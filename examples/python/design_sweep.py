#!/usr/bin/python3
"""Design sweep: how many stacks for the demo plant, and at what temperature?

The demo plant (examples/demo-plant.json, an invented scenario) must deliver a fixed hydrogen
rate. For each stack count the block is solved at that rate (spec "hydrogen_rate") over a range
of stack temperatures in one batch call; fewer stacks run at a higher current density and pay
in specific energy, more stacks cost more. A levelized cost with invented demo prices picks
the design. Writes sweep.csv and the figures design.png/.svg, polarization.png/.svg and
efficiency.png/.svg of the chosen design into the output folder.

    /usr/bin/python3 examples/python/design_sweep.py [--output-dir DIR]

(with the package installed: see the README's Python section).
"""
import argparse
import json
import pathlib
import warnings

import numpy as np
import pandas as pd
from matplotlib.figure import Figure

import elyblock
from elyblock import plots

HERE = pathlib.Path(__file__).resolve().parent
DEMO_PLANT = HERE.parent / "demo-plant.json"

# Invented numbers for the demo only (no real prices): what a stack costs per year of its life,
# the price of electricity and the hours of operation per year.
STACK_COST_PER_YEAR = 250_000.0    # currency units per stack and year (invented)
ELECTRICITY_PRICE = 50.0 / 3.6e9   # currency units per J, i.e. 50 per MWh (invented)
HOURS_PER_YEAR = 8000.0            # (invented)
TARGET_HYDROGEN = 0.09             # kg/s, 324 kg/h (invented)

KELVIN = 273.15
OUTPUTS = ["cell.current_density", "perf.load_fraction", "plant.power", "perf.specific_energy_plant", "alarm.any"]


def sweep(base, stacks, temperatures):
    rows = []
    for n in stacks:
        plant = dict(base, stack=dict(base["stack"], stacks=int(n)))
        block = elyblock.Block(plant)
        # One call for all temperatures; points the plant cannot make (too few stacks) fail and
        # come back as NaN with their status, without stopping the others (and without the
        # warning that says so: the table keeps the statuses).
        with warnings.catch_warnings():
            warnings.simplefilter("ignore", elyblock.ElyWarning)
            result = block.batch({"in.hydrogen_rate": TARGET_HYDROGEN, "in.temperature": temperatures}, OUTPUTS,
                                 spec="hydrogen_rate", with_status=True)
        frame = pd.DataFrame(result)
        frame.insert(0, "stacks", int(n))
        frame.insert(1, "temperature_degC", temperatures - KELVIN)
        rows.append(frame)
    table = pd.concat(rows, ignore_index=True)
    seconds = HOURS_PER_YEAR * 3600.0
    energy_cost = table["plant.power"] * seconds * ELECTRICITY_PRICE
    table["cost_per_kg"] = (energy_cost + table["stacks"] * STACK_COST_PER_YEAR) / (TARGET_HYDROGEN * seconds)
    return table


def design_figure(table):
    figure = Figure(figsize=(7.0, 4.5), layout="constrained")
    ax = figure.add_subplot()
    for temperature, rows in table.groupby("temperature_degC"):
        ax.plot(rows["stacks"], rows["cost_per_kg"], marker="o", label=f"{temperature:.0f} °C")
    ax.set_xlabel("stacks")
    ax.set_ylabel("levelized cost per kg H₂ [invented units]")
    ax.set_title(f"{TARGET_HYDROGEN * 3600:.0f} kg/h of hydrogen: stacks and stack temperature")
    ax.grid(alpha=0.3)
    ax.legend(fontsize="small", title="stack temperature")
    return figure


def main(argv=None):
    parser = argparse.ArgumentParser(description=__doc__.split("\n\n")[0])
    parser.add_argument("--plant", type=pathlib.Path, default=DEMO_PLANT)
    parser.add_argument("--output-dir", type=pathlib.Path, default=pathlib.Path("."))
    parser.add_argument("--stacks", type=int, nargs=2, default=(6, 16), metavar=("FROM", "TO"))
    args = parser.parse_args(argv)
    args.output_dir.mkdir(parents=True, exist_ok=True)

    base = json.loads(args.plant.read_text())
    temperatures = np.arange(50.0, 80.1, 5.0) + KELVIN
    table = sweep(base, np.arange(args.stacks[0], args.stacks[1] + 1), temperatures)
    table.to_csv(args.output_dir / "sweep.csv", index=False)

    feasible = table[table["status"] >= 0]
    best = feasible.loc[feasible["cost_per_kg"].idxmin()]
    print(f"elyblock {elyblock.__version__}: {len(table)} designs, {len(table) - len(feasible)} cannot make "
          f"{TARGET_HYDROGEN * 3600:.0f} kg/h")
    print(f"chosen: {best['stacks']:.0f} stacks at {best['temperature_degC']:.0f} °C, "
          f"{best['cell.current_density'] / 1e4:.2f} A/cm², load {best['perf.load_fraction']:.0%}, "
          f"{best['perf.specific_energy_plant'] / 3.6e6:.1f} kWh/kg (AC plant), "
          f"cost {best['cost_per_kg']:.2f} per kg (invented prices)")

    plots.save(design_figure(table), args.output_dir / "design")
    chosen = dict(base, stack=dict(base["stack"], stacks=int(best["stacks"])))
    chosen["operating"] = dict(base["operating"], temperature=float(best["temperature_degC"] + KELVIN))
    plots.save(plots.polarization(chosen, title=f"chosen design: {best['stacks']:.0f} stacks"),
               args.output_dir / "polarization")
    plots.save(plots.efficiency(chosen), args.output_dir / "efficiency")
    return 0


if __name__ == "__main__":
    raise SystemExit(main())
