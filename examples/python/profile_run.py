#!/usr/bin/python3
"""A year of wind and sun: the demo plant in time.

The demo plant (examples/demo-plant.json, an invented scenario) runs through a year of hourly DC
power from an invented wind farm and solar park (examples/profiles/windsolar-year.csv, written by
make_windsolar.py with a fixed seed; no measured data), with the ambient temperature of the same
invented year, standing by whenever the power falls below its minimum load (in.mode_request 3,
automatic). One call of the library runs the year (Block.simulate over ely_block_simulate, with a
progress bar on a terminal; Ctrl-C stops it); the run summary gives the year's hydrogen, energy,
hours in each mode, start-ups and alarm hours. Then a controller's view: the state at the end of
the year is saved, restored into a second block, and stepped on for a day at 1-minute steps.

Writes run.csv (the series, SI), summary.json and profile_run.png/.svg (load duration curve,
stack temperature and H2-in-O2 traces) into the output folder.

    /usr/bin/python3 examples/python/profile_run.py [--output-dir DIR] [--days N]
"""
import argparse
import json
import pathlib
import warnings

import numpy as np
import pandas as pd

import elyblock
from elyblock import plots

HERE = pathlib.Path(__file__).resolve().parent
DEMO_PLANT = HERE.parent / "demo-plant.json"
YEAR = HERE.parent / "profiles" / "windsolar-year.csv"
AUTOMATIC = 3  # in.mode_request: production above the minimum load, hot standby below
OUTPUTS = plots.RUN_OUTPUTS + ["product.hydrogen", "plant.power", "alarm.h2_in_o2_warning"]


def profile(days=None):
    """The invented year (or its first days), with the automatic mode request as a column."""
    frame = pd.read_csv(YEAR, comment="#", skipinitialspace=True)
    if days is not None:
        frame = frame.iloc[:days * 24 + 1]
    frame["in.mode_request"] = AUTOMATIC
    return frame


def summary_lines(report):
    """The run summary as the command line shows it: label, value in its display unit."""
    lines = []
    for figure in report["figures"].values():
        value = figure["value"]
        if value is None or (isinstance(value, float) and np.isnan(value)):
            continue
        shown = value * figure["display_scale"] + figure["display_offset"]
        unit = "" if figure["display_unit"] == "1" else figure["display_unit"]
        lines.append(f"  {figure['label']:<66}{shown:>14.6g} {unit}")
    return lines


def main(argv=None):
    parser = argparse.ArgumentParser(description=__doc__.split("\n\n")[0])
    parser.add_argument("--output-dir", type=pathlib.Path, default=pathlib.Path("."))
    parser.add_argument("--days", type=int, default=None, help="run only the first days of the year")
    args = parser.parse_args(argv)
    args.output_dir.mkdir(parents=True, exist_ok=True)

    block = elyblock.Block(DEMO_PLANT)
    with warnings.catch_warnings():
        warnings.simplefilter("ignore", elyblock.ElyWarning)  # alarms are part of the story: the summary counts them
        run = block.simulate(profile(args.days), OUTPUTS, with_status=True)
    run.to_csv(args.output_dir / "run.csv", index=False, float_format="%.17g")
    report = block.run_summary(full=True)
    (args.output_dir / "summary.json").write_text(json.dumps(report, indent=1, default=float))
    print(f"Run of the {report['technology']} plant from t = {report['start_time'] / 3600:g} h "
          f"to {report['end_time'] / 3600:g} h")
    print("\n".join(summary_lines(report)))
    for path in plots.save(plots.profile_run(run, block=block), args.output_dir / "profile_run"):
        print(f"wrote {path}")

    # A controller's view: the plant's state at the end of the run, restored into another block of the
    # same description, stepped on minute by minute at a steady 15 MW for a day.
    follower = elyblock.Block(DEMO_PLANT)
    follower.restore_state(block.save_state())
    follower.set_spec("power")
    hydrogen = 0.0
    with warnings.catch_warnings():
        warnings.simplefilter("ignore", elyblock.ElyWarning)
        follower.advance(0.0, power=15e6, mode_request=2)
        for _ in range(24 * 60):
            rate_before = follower["product.hydrogen"]
            follower.advance(60.0)
            hydrogen += 0.5 * (rate_before + follower["product.hydrogen"]) * 60.0
    print(f"one more day at 15 MW from the state at the end: {hydrogen / 1000:.4g} t of hydrogen, stack at "
          f"{follower['stack.temperature'] - 273.15:.4g} degC, {follower['state.hours_operated']:.6g} operating hours")
    return 0


if __name__ == "__main__":
    raise SystemExit(main())
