import { cn } from "./cn";
import { formatPercent } from "@/lib/format";

/**
 * Progress of a task. `value` in [0, 1]; omit it (or pass null) for an indeterminate bar.
 * The accessible name comes from `label`; the percentage is announced as the value.
 */
export function ProgressBar({
  value,
  label,
  showValue = false,
  tone = "accent",
  className,
}: {
  value?: number | null;
  label: string;
  showValue?: boolean;
  tone?: "accent" | "info" | "ok" | "danger";
  className?: string;
}) {
  const determinate = typeof value === "number" && Number.isFinite(value);
  const pct = determinate ? Math.round(Math.min(1, Math.max(0, value)) * 100) : null;
  const fill = { accent: "bg-accent", info: "bg-info", ok: "bg-ok", danger: "bg-danger" }[tone];
  return (
    <div className={cn("grid gap-1.5", className)}>
      {showValue ? (
        <div className="flex items-baseline justify-between text-[13px]">
          <span className="text-ink-2">{label}</span>
          <span className="figures text-xs text-ink-2">
            {pct === null ? "…" : formatPercent(pct / 100)}
          </span>
        </div>
      ) : null}
      <div
        role="progressbar"
        aria-label={label}
        aria-valuemin={0}
        aria-valuemax={100}
        aria-valuenow={pct ?? undefined}
        className="relative h-1.5 overflow-hidden rounded-full bg-surface-3"
      >
        {pct === null ? (
          <div
            className={cn("absolute inset-y-0 w-2/5 rounded-full animate-indeterminate", fill)}
          />
        ) : (
          <div
            className={cn("h-full rounded-full transition-[width] duration-300 ease-out", fill)}
            style={{ width: `${pct}%` }}
          />
        )}
      </div>
    </div>
  );
}
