import type { LabelHTMLAttributes } from "react";
import { cn } from "./cn";

export type LabelProps = LabelHTMLAttributes<HTMLLabelElement> & {
  /** Adds a discreet "required" marker (the control itself should carry `required`). */
  required?: boolean;
  /** Adds "optional" in muted text. */
  optional?: boolean;
};

export function Label({ required, optional, className, children, ...rest }: LabelProps) {
  return (
    <label className={cn("text-[13px] leading-5 font-medium text-ink", className)} {...rest}>
      {children}
      {required ? (
        <span aria-hidden className="ml-0.5 text-danger">
          *
        </span>
      ) : null}
      {optional ? <span className="ml-1.5 font-normal text-ink-3">optional</span> : null}
    </label>
  );
}
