/**
 * Shared look of text-like form controls (Input, Textarea, Select). Invalid state is
 * driven by `aria-invalid="true"` so Field can set it once for every control kind.
 */
export const controlClasses =
  "w-full rounded-md border border-line-strong bg-surface text-ink text-sm shadow-[inset_0_1px_1px_oklch(0.2_0.02_252/0.04)] " +
  "placeholder:text-ink-3 transition-[border-color,box-shadow] duration-150 " +
  "hover:border-ink-3/70 focus-visible:outline-none focus-visible:border-focus focus-visible:ring-3 focus-visible:ring-focus/25 " +
  "disabled:cursor-not-allowed disabled:bg-surface-2 disabled:text-ink-3 " +
  "aria-invalid:border-danger aria-invalid:focus-visible:ring-danger/25";

export const controlSizes = {
  sm: "h-8 px-2.5 text-[13px]",
  md: "h-9 px-3",
  lg: "h-11 px-3.5 text-[15px]",
} as const;

export type ControlSize = keyof typeof controlSizes;
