import type { HTMLAttributes, ReactNode } from "react";
import { cn } from "./cn";

/** A bordered surface. Compose with CardHeader / CardBody / CardFooter or pad it yourself. */
export function Card({ className, ...rest }: HTMLAttributes<HTMLDivElement>) {
  return (
    <div
      className={cn("rounded-lg border border-line bg-surface shadow-card", className)}
      {...rest}
    />
  );
}

export type CardHeaderProps = {
  title: ReactNode;
  description?: ReactNode;
  /** Buttons or links at the right end. */
  actions?: ReactNode;
  /** Heading level for the title (default h2). */
  as?: "h2" | "h3" | "h4";
  /** Small label above the title (section kind, e.g. "Usage"). */
  eyebrow?: ReactNode;
  className?: string;
};

export function CardHeader({
  title,
  description,
  actions,
  as: H = "h2",
  eyebrow,
  className,
}: CardHeaderProps) {
  return (
    <div
      className={cn(
        "flex flex-wrap items-start justify-between gap-x-4 gap-y-2 px-5 pt-4 pb-3",
        className,
      )}
    >
      <div className="min-w-0 grid gap-0.5">
        {eyebrow ? (
          <p className="text-2xs font-semibold tracking-[0.08em] text-ink-3 uppercase">{eyebrow}</p>
        ) : null}
        <H className="text-[15px] leading-6 font-semibold text-ink">{title}</H>
        {description ? <p className="text-[13px] leading-5 text-ink-2">{description}</p> : null}
      </div>
      {actions ? <div className="flex shrink-0 items-center gap-2">{actions}</div> : null}
    </div>
  );
}

export function CardBody({ className, ...rest }: HTMLAttributes<HTMLDivElement>) {
  return <div className={cn("px-5 pb-5", className)} {...rest} />;
}

export function CardFooter({ className, ...rest }: HTMLAttributes<HTMLDivElement>) {
  return (
    <div
      className={cn(
        "flex flex-wrap items-center justify-end gap-2 rounded-b-lg border-t border-line bg-surface-2/60 px-5 py-3",
        className,
      )}
      {...rest}
    />
  );
}
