import type { HTMLAttributes } from "react";
import { cn } from "./cn";

/** A key cap, e.g. <Kbd>Ctrl</Kbd> + <Kbd>Enter</Kbd>. */
export function Kbd({ className, ...rest }: HTMLAttributes<HTMLElement>) {
  return (
    <kbd
      className={cn(
        "inline-flex h-5 min-w-5 items-center justify-center rounded border border-line-strong border-b-2 bg-surface px-1 font-mono text-[11px] leading-none text-ink-2",
        className,
      )}
      {...rest}
    />
  );
}
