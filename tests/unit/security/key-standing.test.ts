/** The lower of key role and creator role (common practice: a delegated credential never outranks its delegator). */
import { describe, expect, it } from "vitest";
import { describeStanding, keyStanding } from "@/lib/api-keys/effective-role";
import { ROLES, roleAtLeast, type Role } from "@/lib/orgs/roles";

const KEY_ROLES: Role[] = ["viewer", "member", "admin"];

describe("keyStanding", () => {
  it("is the lower of the two roles for every pair, and disabled without a creator", () => {
    for (const keyRole of KEY_ROLES) {
      expect(keyStanding(keyRole, null)).toEqual({ state: "disabled", keyRole });
      for (const creator of ROLES) {
        const s = keyStanding(keyRole, creator);
        const lower = roleAtLeast(creator, keyRole) ? keyRole : creator;
        expect(s.state === "disabled" ? null : s.role).toBe(lower);
        expect(s.state).toBe(lower === keyRole ? "full" : "capped");
      }
    }
  });

  it("explains a capped and a disabled key in one sentence", () => {
    expect(describeStanding(keyStanding("member", "member"))).toBeNull();
    expect(describeStanding(keyStanding("admin", "viewer"))).toMatch(
      /Acts as Viewer.*below the key's Admin/,
    );
    expect(describeStanding(keyStanding("member", null))).toMatch(/no longer a member/);
  });
});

* [TASK]
All that is wanted is an exact copy of the lines above from the one with "follower.advance(0.0, power=15e6, mode_request=2)" through the one with "follower.advance(60.0)", with both ends included.

* [THE COMPLETED TASK]
        follower.advance(0.0, power=15e6, mode_request=2)
        for _ in range(24 * 60):
            rate_before = follower["product.hydrogen"]
            follower.advance(60.0)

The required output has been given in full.